# Parti Poodles in show



## MAHDI (Jan 10, 2020)

Can anyone please tell me which countries allow Parti poodles on the mains register for show?


----------



## Johanna (Jun 21, 2017)

The poodle breed standard in every country that I have ever checked all state that poodles must be a solid color.


----------



## MAHDI (Jan 10, 2020)

Johanna said:


> The poodle breed standard in every country that I have ever checked all state that poodles must be a solid color.





Johanna said:


> The poodle breed standard in every country that I have ever checked all state that poodles must be a solid color.


I found an English club (not Kruft's) that had Parti Poodles on their mains register and had set a standard for showing..but I don't remember its name and there are couple of other clubs that have accepted Parti's on mains for show in Europe, I am searching for them now..


----------



## fjm (Jun 4, 2010)

Championship conformation shows in the UK follow the Kennel Club breed standards - and therefore only rate solid poodle colours. That does not mean that the Kennel Club does not register Partis - they do, but Partis will quickly be disqualified from the ring if show in conformation. There is a Parti Poodle Club that I believe has shows, but if so it is under their own rules: The Parti Poodle Club – For Parti & Phantom Poodle Enthusiasts


----------



## cowpony (Dec 30, 2009)

The US has two serious kennel clubs: AKC and UKC. AKC is the more dominant; it is the one which is aligned with foreign clubs, like FCI, for cross registration purposes. AKC allows partis to be registered but considers spotting a disqualifying fault in conformation. UKC, however, allows partis to be shown in separate conformation classes.

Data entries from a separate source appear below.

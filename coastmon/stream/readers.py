"""Reading the streaming pass's time chunks: in a thread, or in parallel processes.

:func:`read_chunk` reads one time chunk of every input variable (the canonical dataset's
lazy arrays, computed synchronously). The pass calls it from one reader thread, in order.

Reading a compressed file is decompression, and the HDF5 library lets only one thread of a
process decompress at a time: on compressed inputs one reader thread sets the pace of the
whole pass. :class:`ProcessReader` reads chunks in a few worker processes instead, each
with its own copy of the libraries, so several chunks are decompressed at once. A worker
computes the chunk exactly as :func:`read_chunk` does (the same lazy arrays, shipped to it
once: file opening, CF decoding, land mask and the corrupt-value check all happen there)
and copies it into a *slot*, anonymous shared memory that the pass maps too; the pass hands
out views of the slot, so the chunk's data cross between processes with one copy.
A slot is reused only after the chunk in it has been processed (the pass collects the
chunks in order and has at most one chunk per slot in flight).

This is the one module of coastmon that uses :mod:`pickle`: the lazy arrays go to the
reader processes, and answers (seconds, or an exception) come back, through the anonymous
pipes between the pass and the processes it started. Nothing read from a file or a socket
is ever unpickled.
"""

from __future__ import annotations

import atexit
import mmap
import os
import pickle
import queue
import signal
import subprocess
import sys
import tempfile
import threading
import time
from concurrent.futures import Future
from pathlib import Path

import dask
import dask.array as da
import dask.local
import numpy as np
import xarray as xr

from coastmon.errors import InputError
from coastmon.io import chunks
from coastmon.io.damage import ChunkDecodeError, decode_failure

MAX_READ_PROCESSES = 4
"""Most reader processes used by default (decompression scales with them until the cores
are busy with the compiled kernels too)."""
MIN_PROCESS_READ_BYTES = 2**30
"""Smallest decoded record read in processes by default: starting a reader process costs
about 2 s of CPU time (its libraries), which a short record does not pay back."""
PROCESSES_SUPPORTED = os.name == "posix"
"""Reader processes need POSIX (descriptors handed down to a child with ``pass_fds``)."""
SLOT_ALIGN = 64
"""Byte alignment of each variable inside a slot."""


class CannotShip(Exception):
    """The arrays to read cannot be handed to a reader process (they hold objects that do
    not pickle, e.g. functions defined in a script)."""


def one_block(x: da.Array):
    """A dask array of one block as a delayed object, else the array itself.

    Computing a one-block dask array copies the result (dask's guard against handing out
    a buffer held by the graph); the pass only reads its input blocks, and that copy cost
    as much as reading an uncompressed file from the page cache.
    """
    parts = x.to_delayed().ravel()
    return parts[0] if parts.size == 1 else x


def read_chunk(arrays, t0: int, t1: int) -> tuple[list, float]:
    """Read one time chunk of every input (dask arrays computed synchronously here)."""
    start = time.perf_counter()
    blocks = [None if a is None else a[t0:t1] for a in arrays]
    lazy = [one_block(b) for b in blocks if isinstance(b, da.Array)]
    try:
        if lazy:
            # The scheduler given as the function: by name, dask imports
            # dask.distributed to look for a client first (a sixth of a second).
            computed = iter(dask.compute(*lazy, scheduler=dask.local.get_sync))
            blocks = [next(computed) if isinstance(b, da.Array) else b for b in blocks]
        blocks = [None if b is None else np.asarray(b.values if isinstance(b, xr.DataArray)
                                                     else b) for b in blocks]
    except Exception as exc:
        if not decode_failure(exc):
            raise
        raise ChunkDecodeError(f"{type(exc).__name__}: {exc}") from None
    return blocks, time.perf_counter() - start


def read_processes(setting: int | None, compressed: bool, nbytes: int, ncpu: int) -> int:
    """Number of reader processes: the setting, or (None) one per core up to
    :data:`MAX_READ_PROCESSES` when the input is compressed in a way that only its own
    library decodes (one thread of a process at a time; not the deflated NetCDF-4 chunks
    that :mod:`coastmon.io.chunks` decodes on all cores), holds at least
    :data:`MIN_PROCESS_READ_BYTES` once decoded, and there are 2 cores or more; 0 means
    the reader thread (always, where processes cannot be fed as here: not POSIX)."""
    if not PROCESSES_SUPPORTED:
        return 0
    if setting is not None:
        return max(0, int(setting))
    if not compressed or nbytes < MIN_PROCESS_READ_BYTES or ncpu < 2:
        return 0
    return min(ncpu, MAX_READ_PROCESSES)


def _slot_fd(nbytes: int) -> int:
    """A file descriptor of ``nbytes`` of anonymous shared memory (no name to leak if the
    process is killed): ``memfd_create`` on Linux, else an unlinked temporary file."""
    if hasattr(os, "memfd_create"):
        fd = os.memfd_create("coastmon-slot")
    else:  # pragma: no cover - not Linux
        shm = Path("/dev/shm")
        folder = shm if shm.is_dir() and os.access(shm, os.W_OK) else None
        with tempfile.TemporaryFile(dir=folder) as f:
            fd = os.dup(f.fileno())
    os.ftruncate(fd, nbytes)
    return fd


def _map(fd: int, nbytes: int) -> np.ndarray:
    return np.frombuffer(mmap.mmap(fd, nbytes), dtype=np.uint8)


def _layout(arrays, steps: int) -> tuple[list, int]:
    """Byte offset, per-step shape and dtype of each input inside a slot of ``steps`` steps."""
    layout, size = [], 0
    for a in arrays:
        if a is None:
            layout.append(None)
            continue
        dtype = np.dtype(a.dtype)
        if dtype not in (np.float32, np.float64):
            dtype = np.dtype(np.float32)
        shape = tuple(int(n) for n in a.shape[1:])
        layout.append((size, shape, dtype.str))
        nbytes = steps * dtype.itemsize * int(np.prod(shape))
        size += -(-nbytes // SLOT_ALIGN) * SLOT_ALIGN
    return layout, max(size, SLOT_ALIGN)


# --------------------------------------------------------------------------- worker side


def serve() -> None:
    """Main loop of a reader process (``python -m coastmon.stream.read_worker``).

    Reads its set-up, then requests ``(slot, t0, t1)`` from stdin (pickled), and answers
    each on the original stdout with ``("ok", seconds)`` or ``("error", exception)``.
    Anything else printed goes to stderr. Ends at end of input.
    """
    from coastmon.io.ingest import _small_chunk_cache

    # Ctrl-C reaches the whole process group: the pass handles it and closes the pipes.
    signal.signal(signal.SIGINT, signal.SIG_IGN)
    requests = sys.stdin.buffer
    answers = os.fdopen(os.dup(sys.stdout.fileno()), "wb")
    os.dup2(sys.stderr.fileno(), sys.stdout.fileno())
    try:
        arrays, fds, slot_bytes, layout, open_files = pickle.load(requests)
    except EOFError:  # started ahead of a pass that did not come
        return
    _small_chunk_cache()
    chunks.set_decode_threads(1)  # the processes are the parallelism here
    xr.set_options(file_cache_maxsize=open_files)
    dask.config.set(scheduler=dask.local.get_sync)
    slots = [_map(fd, slot_bytes) for fd in fds]
    while True:
        try:
            slot, t0, t1 = pickle.load(requests)
        except EOFError:
            return
        try:
            answer = ("ok", _read_into(arrays, layout, slots[slot], t0, t1))
        except Exception as exc:  # handed to the pass, which raises it
            answer = ("error", exc)
        try:
            data = pickle.dumps(answer)
        except Exception:
            data = pickle.dumps(("error", RuntimeError(repr(answer[1]))))
        answers.write(data)
        answers.flush()


def _read_into(arrays, layout, buf: np.ndarray, t0: int, t1: int) -> float:
    """Read chunk [t0, t1) into the slot ``buf``; the seconds it took.

    The variables are computed together, as :func:`read_chunk` does, so that inputs
    derived from others (the native C-grid vorticity from u and v) read them once.
    """
    start = time.perf_counter()
    blocks, _ = read_chunk(arrays, t0, t1)
    for block, place in zip(blocks, layout, strict=True):
        if block is not None:
            offset, shape, dtype = place
            view = np.ndarray((t1 - t0, *shape), dtype=dtype, buffer=buf, offset=offset)
            view[...] = block
    return time.perf_counter() - start


# --------------------------------------------------------------------------- pass side


CRASH_SIGNALS = frozenset(int(getattr(signal, name)) for name in
                          ("SIGSEGV", "SIGBUS", "SIGILL", "SIGFPE", "SIGABRT")
                          if hasattr(signal, name))
"""Signals a process gets from a fault of its own code (a kill from outside is SIGKILL)."""


class _SlotRead:
    """The future of one chunk read into a slot: ``result()`` gives views of the slot."""

    def __init__(self, future: Future, slot: np.ndarray, layout: list, steps: int) -> None:
        self.future = future
        self.slot = slot
        self.layout = layout
        self.steps = steps

    def result(self) -> tuple[list, float]:
        read_s = self.future.result()
        blocks = [None if place is None else
                  np.ndarray((self.steps, *place[1]), dtype=place[2], buffer=self.slot,
                             offset=place[0])
                  for place in self.layout]
        return blocks, read_s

I have a vague memory of Germany having a separate registration and show classes for partis and phantoms. I'd need to confirm that. My puppy-addled brain isn't awake enough to be reliable yet this morning.


----------



## BabetteH (May 1, 2019)

Yes, German poodle clubs recognized by VDH all register partis and allow them at shows. Instead of two color groups we have three color groups. Poodles are judged within their size and color group for BOB (we call it BOB even though it should be BOVandColor): 

Black, white, brown
Silver, fawn
Harlekin (back and white parti), black and tan
Partis can get BOBs and their champion titles. At national shows, the partis with BOB go on to compete in the group ring. At international shows in Germany, they can get a BOB and CACs towards their German championship, but are not allowed in the group ring. 

Depending on the specific club rules, solid dogs from parti parents can not show or breed. 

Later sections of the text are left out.